# Mein kleiner Teich



## chrisgruebl (15. Apr. 2008)

Servus

Nun wurde er doch endlich angelegt der Teich (Teich wurde im Kopf schon vor Jahren gebaut) , wurde zwar kleiner wie mal gedacht und 'nur' ein Naturteich (geplant), aber jetzt kommen auch ein paar Fische rein.

Von der größe her ist er ca. 6x3 meter, 1/3 davon ist 'Flachwasser' bzw. Sumpfbereich, weiters noch ein kleiner Bachlauf mit ca. 5m Länge (in Bau)
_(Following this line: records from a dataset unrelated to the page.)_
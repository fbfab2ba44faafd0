import { pressureAt } from './atmosphere';

/**
 * Breakdown of air between parallel plates by Paschen's law,
 * V = B·p·d / (ln(A·p·d) − ln ln(1 + 1/γ)), A = 112.50 /(kPa·cm), B = 2737.5 V/(kPa·cm),
 * γ = 0.01. Published; polished, parallel, clean faces, direct voltage.
 *
 * @param gap mm, from about 0.05 upwards (right of the curve's minimum)
 * @param altitude mm above sea level
 * @returns peak voltage, V
 */
export function paschenVoltage(gap: number, altitude = 0): number {
  const pd = (pressureAt(altitude) * gap) / 10;
  return (2737.5 * pd) / (Math.log(112.5 * pd) - Math.log(Math.log(1 + 1 / 0.01)));
}

/**
 * The cautious working figure for an air gap between plates with rounded edges: 1 kV peak for
 * each millimetre. Common practice, no source. Square, burred or dusty edges hold less.
 *
 * @param gap mm
 * @returns peak voltage, V
 */
export function practiceVoltage(gap: number): number {
  return 1000 * gap;
}

/**
 * At radio frequency air can break down at about four fifths of what it holds at 50 Hz. Common
 * practice, no source.
 */
export const RADIO_FREQUENCY_SHARE = 0.8;
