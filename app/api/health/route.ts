import { pingDatabase } from '@/lib/db';
import { json, route } from '@/lib/route';

export const dynamic = 'force-dynamic';

export const GET = route(async () => {
  await pingDatabase();
  return json({ status: 'ok' });
});
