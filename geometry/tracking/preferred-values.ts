/**
 * Preferred values of IEC 60063: E12 and E24 as they are printed there (from memory), E96 by its
 * rule, 10^(k/96) to three digits, which has no exceptions.
 */

const E24 = [
  1.0, 1.1, 1.2, 1.3, 1.5, 1.6, 1.8, 2.0, 2.2, 2.4, 2.7, 3.0, 3.3, 3.6, 3.9, 4.3, 4.7, 5.1, 5.6,
  6.2, 6.8, 7.5, 8.2, 9.1,
];

export type PreferredSeries = 'E12' | 'E24' | 'E96';

export const preferredSeries: Readonly<Record<PreferredSeries, readonly number[]>> = {
  E12: E24.filter((_, i) => i % 2 === 0),
  E24,
  E96: Array.from({ length: 96 }, (_, k) => Number((10 ** (k / 96)).toFixed(2))),
};

/** The value of a series nearest to one by ratio, in its unit; the value is above 0. */
export function nearestPreferred(series: PreferredSeries, value: number): number {
  const decade = Math.floor(Math.log10(value));
  let best = NaN;
  let apart = Infinity;
  for (const exponent of [decade - 1, decade, decade + 1]) {
    for (const step of preferredSeries[series]) {
      const tried = Number(`${step}e${exponent}`);
      const ratio = Math.abs(Math.log(tried / value));
      if (ratio < apart) [best, apart] = [tried, ratio];
    }
  }
  return best;
}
Ein paar erste Bilder gibt es schon, aber das 'einpflanzen' etc. ist aktuell wieder verschoben (bei 5 Grad und Regen macht es keinen Spaß... :-( )
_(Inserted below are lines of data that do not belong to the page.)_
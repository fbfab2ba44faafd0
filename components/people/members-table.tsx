import { Button } from '@/components/ui/button';
import { LocalTime } from '@/components/ui/local-time';
import type { Member } from '@/lib/schemas/people';

const cell = 'px-3 py-2 whitespace-nowrap';

/** The members by name; for an owner with what can be done. */
export function MembersTable({
  members,
  me,
  onRole,
  onRemove,
}: {
  members: readonly Member[];
  me: string;
  onRole?: (member: Member) => void;
  onRemove?: (member: Member) => void;
}) {
  return (
    <div role="region" aria-label="Members, table" tabIndex={0} className="overflow-x-auto">
      <table aria-label="Members" className="dense w-full border-y border-line bg-panel">
        <thead>
          <tr className="border-b border-line bg-page text-left">
            {['Name', 'Email', 'Role', 'Member since'].map((label) => (
              <th key={label} scope="col" className="px-3 py-2 font-medium">
                {label}
              </th>
            ))}
            {onRole && (
              <th scope="col">
                <span className="sr-only">Change it</span>
              </th>
            )}
          </tr>
        </thead>
        <tbody>
          {members.map((member) => (
            <tr key={member.id} className="border-b border-line last:border-0">
              <th scope="row" className={`${cell} text-left font-medium`}>
                {member.name}
                {member.id === me && <span className="font-normal text-ink-2"> (you)</span>}
              </th>
              <td className={cell}>{member.email}</td>
              <td className={cell}>{member.role}</td>
              <td className={cell}>
                <LocalTime iso={member.since} />
              </td>
              {onRole && onRemove && (
                <td className="px-3 py-1 text-right whitespace-nowrap">
                  <Button
                    look="quiet"
                    aria-label={`Change the role of ${member.name}`}
                    onPress={() => onRole(member)}
                  >
                    Change role
                  </Button>
                  <Button
                    look="quiet"
                    aria-label={`Remove ${member.name}`}
                    onPress={() => onRemove(member)}
                  >
                    Remove
                  </Button>
                </td>
              )}
            </tr>
          ))}
        </tbody>
      </table>
    </div>
  );
}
Weiters fehlen auch so noch einige Sachen rundherum, aber das Wetter wird ja hoffentlich mal wieder besser, dann geht es da auch weiter...

Foto 


Dann werden hoffentlich auch die Pflanzen mal 'gas geben', bin schon neugerig wie es sich entwickeln wird.


----------



## Eugen (15. Apr. 2008)

*AW: Mein kleiner Teich*

Hallo Chris,

scheint ein schönes Teichlein zu werden.  
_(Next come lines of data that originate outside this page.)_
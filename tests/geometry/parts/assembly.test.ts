/**
 * The parts are put together as a fitter would, and must close: gaps, depth, and no part in
 * another's way at any angle of the shaft.
 */
import { readdirSync, readFileSync } from 'node:fs';
import { Clipper64, ClipType, FillRule, type Path64, type Paths64 } from 'clipper2-ts';
import { describe, expect, test } from 'vitest';
import {
  createEdgeCache,
  defaultDesign,
  derive,
  type Derived,
  type Design,
} from '../../../geometry';
import { flatten } from '../../../geometry/flatten';
import { assemblyOf, type Assembly } from '../../../geometry/parts/assembly';
import type { Placed } from '../../../geometry/parts/collection';
import type { Part } from '../../../geometry/parts/part';
import { planOf } from '../../../geometry/parts/solid';
import { rotorTurn } from '../../../geometry/rotor-turn';

const MICROMETRE = 1e-3;
const cache = createEdgeCache();

function derived(design: Design): Derived {
  const derivation = derive(design, { cache });
  if (!derivation.ok) throw new Error(JSON.stringify(derivation.findings));
  return derivation.derived;
}

const examples = readdirSync('public/examples')
  .filter((file) => file !== 'index.json')
  .map((file): [string, Design] => [
    file,
    (JSON.parse(readFileSync(`public/examples/${file}`, 'utf8')) as { design: Design }).design,
  ]);

const slotted = defaultDesign();
slotted.endSlots = 6;
slotted.bracket = 'panel';
const gang = defaultDesign();
gang.sections.push({ ...gang.sections[0]! });
gang.largestDepth = 120;
const screened = defaultDesign();
screened.sections = [0.4, 0.5, 0.6].map((airGap, i) => ({
  ...screened.sections[0]!,
  airGap,
  rotorPlates: 10 + i,
  statorPlates: 10 + 1 - (i % 2),
}));
screened.largestDepth = 200;
screened.largestRadius = 90;
screened.postCircleRadius = 60;
screened.screens = 'between';
const clockwise = defaultDesign();
clockwise.sense = 'clockwise';

const designs: [string, Design][] = [
  ...examples,
  ['slotted end plates and a panel plate', slotted],
  ['two equal sections', gang],
  ['three unlike sections with screens', screened],
  ['clockwise', clockwise],
];

const partBy = ({ parts }: Assembly, key: string): Part =>
  parts.find((part) => part.key === key)!;

const UNIT = 1e-5;

function pathsOf(part: Part, at: Placed, design: Design, turn: number): Paths64 {
  const angle = at.angle + (at.turns ? turn : 0);
  const cos = Math.cos(angle);
  const sin = Math.sin(angle);
  const { outside, holes } = planOf(part, design)!;
  return [outside, ...holes].map((contour): Path64 => {
    const flat = flatten(contour, 1e-3);
    const path: Path64 = [];
    for (let i = 0; i < flat.length; i += 2) {
      const [x, y] = [flat[i]!, flat[i + 1]!];
      path.push({
        x: Math.round((at.x + x * cos - y * sin) / UNIT),
        y: Math.round((at.y + x * sin + y * cos) / UNIT),
        z: 0,
      });
    }
    return path;
  });
}

function commonArea(a: Paths64, b: Paths64): number {
  const clipper = new Clipper64();
  clipper.addSubject(a);
  clipper.addClip(b);
  const solution: Paths64 = [];
  clipper.execute(ClipType.Intersection, FillRule.EvenOdd, solution);
  return solution.reduce((sum, path) => {
    let area = 0;
    path.forEach((p, i) => {
      const q = path[(i + 1) % path.length]!;
      area += ((p.x * q.y - q.x * p.y) * UNIT * UNIT) / 2;
    });
    return sum + Math.abs(area);
  }, 0);
}

describe.each(designs)('%s', (_name, design) => {
  const result = derived(design);
  const assembly = assemblyOf(result);
  const { parts, placed } = assembly;

  test('quantities are those of the places, keys are unique', () => {
    expect(new Set(parts.map(({ key }) => key)).size).toBe(parts.length);
    for (const part of parts) {
      const places = placed.filter((at) => at.part === part.key).length;
      if (places > 0) expect(part.quantity).toBe(places);
      else expect(part.kind).toBe('bought');
    }
  });

  test('every rotor plate has its air gap on either side, to the micrometre', () => {
    for (const [index, section] of result.design.sections.entries()) {
      const own = placed
        .filter(({ part }) => new RegExp(`^s${index + 1}-(rotor|rotor-end|stator)$`).test(part))
        .sort((a, b) => a.from - b.from);
      const faces = own.filter(
        (at, i) => i === 0 || Math.abs(at.from - own[i - 1]!.from) > MICROMETRE,
      );
      let gaps = 0;
      for (let i = 1; i < faces.length; i++) {
        const [before, after] = [faces[i - 1]!, faces[i]!];
        if (before.turns === after.turns) continue;
        expect(Math.abs(after.from - before.to - section.airGap)).toBeLessThan(MICROMETRE);
        gaps += 1;
      }
      const packs = new Set(
        result.stack.plates.filter((p) => p.section === index).map((p) => p.pack),
      ).size;
      expect(gaps).toBe(packs * (section.rotorPlates + section.statorPlates - 1));
    }
  });

  test('on the shaft and on each post parts lie face to face without a gap', () => {
    const column = (turns: boolean, x: number, y: number): Placed[] =>
      placed
        .filter((at) => at.turns === turns && partBy(assembly, at.part).kind !== 'bought')
        .filter((at) => {
          const part = partBy(assembly, at.part);
          const plate =
            part.kind === 'cut' &&
            (part.key.includes('rotor') ||
              part.key.includes('stator') ||
              part.key === 'screen') &&
            !part.key.includes('spacer');
          return plate || Math.hypot(at.x - x, at.y - y) < MICROMETRE;
        })
        .filter(
          ({ part }) =>
            turns !== part.startsWith('frame') && part !== 'stop-arm' && part !== 'panel-plate',
        )
        .sort((a, b) => a.from - b.from);
    const closes = (column: Placed[]): void => {
      for (let i = 1; i < column.length; i++) {
        const [before, after] = [column[i - 1]!, column[i]!];
        if (Math.abs(before.from - after.from) < MICROMETRE) continue;
        expect(Math.abs(after.from - before.to)).toBeLessThan(MICROMETRE);
      }
    };
    closes(column(true, 0, 0));
    for (const post of result.sections[0]!.posts) {
      const inside = column(false, post.x, post.y).filter(
        ({ part, from, to }) =>
          part !== 'post-bush' ||
          (from >= -design.frameClearance - MICROMETRE &&
            to <= result.stack.depth + design.frameClearance + MICROMETRE),
      );
      closes(inside);
    }
  });

  test('nothing that turns meets anything that stands, from stop to stop', () => {
    const turning = placed.filter(({ turns }) => turns);
    const standing = placed.filter(({ turns }) => !turns);
    const { travel } = result.turn;
    // Pairs of the same parts at other heights are the same pair in plan.
    const seen = new Map<string, [Placed, Placed]>();
    for (const a of turning) {
      for (const b of standing) {
        const common = Math.min(a.to, b.to) - Math.max(a.from, b.from);
        if (common <= MICROMETRE) continue;
        const where = `${a.part} ${b.part} ${b.x.toFixed(3)} ${b.y.toFixed(3)} ${b.angle.toFixed(3)}`;
        if (!seen.has(where)) seen.set(where, [a, b]);
      }
    }
    expect(seen.size).toBeGreaterThan(0);
    const steps = 45;
    for (const [a, b] of seen.values()) {
      const fixed = pathsOf(partBy(assembly, b.part), b, design, 0);
      for (let i = 0; i <= steps; i++) {
        const turn = rotorTurn(result.turn, (travel * i) / steps);
        const moving = pathsOf(partBy(assembly, a.part), a, design, turn);
        const area = commonArea(moving, fixed);
        if (area > 1e-3)
          throw new Error(`${a.part} meets ${b.part} at ${(travel * i) / steps}`);
      }
    }
  });
});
Auf dem Bild sieht es so aus,als ob noch Wasser fehlen würde.
Dann sitzen für mein Dafürhalten die Sumpfdotterblumen zu tief.
Wenn sie nur "sumpfig" stehen, werden sie sich noch viel besser entwickeln.


----------



## chrisgruebl (15. Apr. 2008)

*AW: Mein kleiner Teich*



			
				Eugen schrieb:
			
		

> scheint ein schönes Teichlein zu werden.
> 
> Auf dem Bild sieht es so aus,als ob noch Wasser fehlen würde.
> Dann sitzen für mein Dafürhalten die Sumpfdotterblumen zu tief.
> Wenn sie nur "sumpfig" stehen, werden sie sich noch viel besser entwickeln.


Tnx, mal schauen wie der noch wird, ja auf dem Bild fehlen noch ca 5cm Wasser, ursprünglich sollte das ganze 'seichter' werden, aber die Höhendiff. war dann doch zu groß (von dem einem zum anderen Eck...)... dadurch wurde die Mauer links höher und somit auch der ganz Wasserspiegel... beim nächsten mal wird ordentlich mit der Schlauchwasserwaage ausgemessen.... 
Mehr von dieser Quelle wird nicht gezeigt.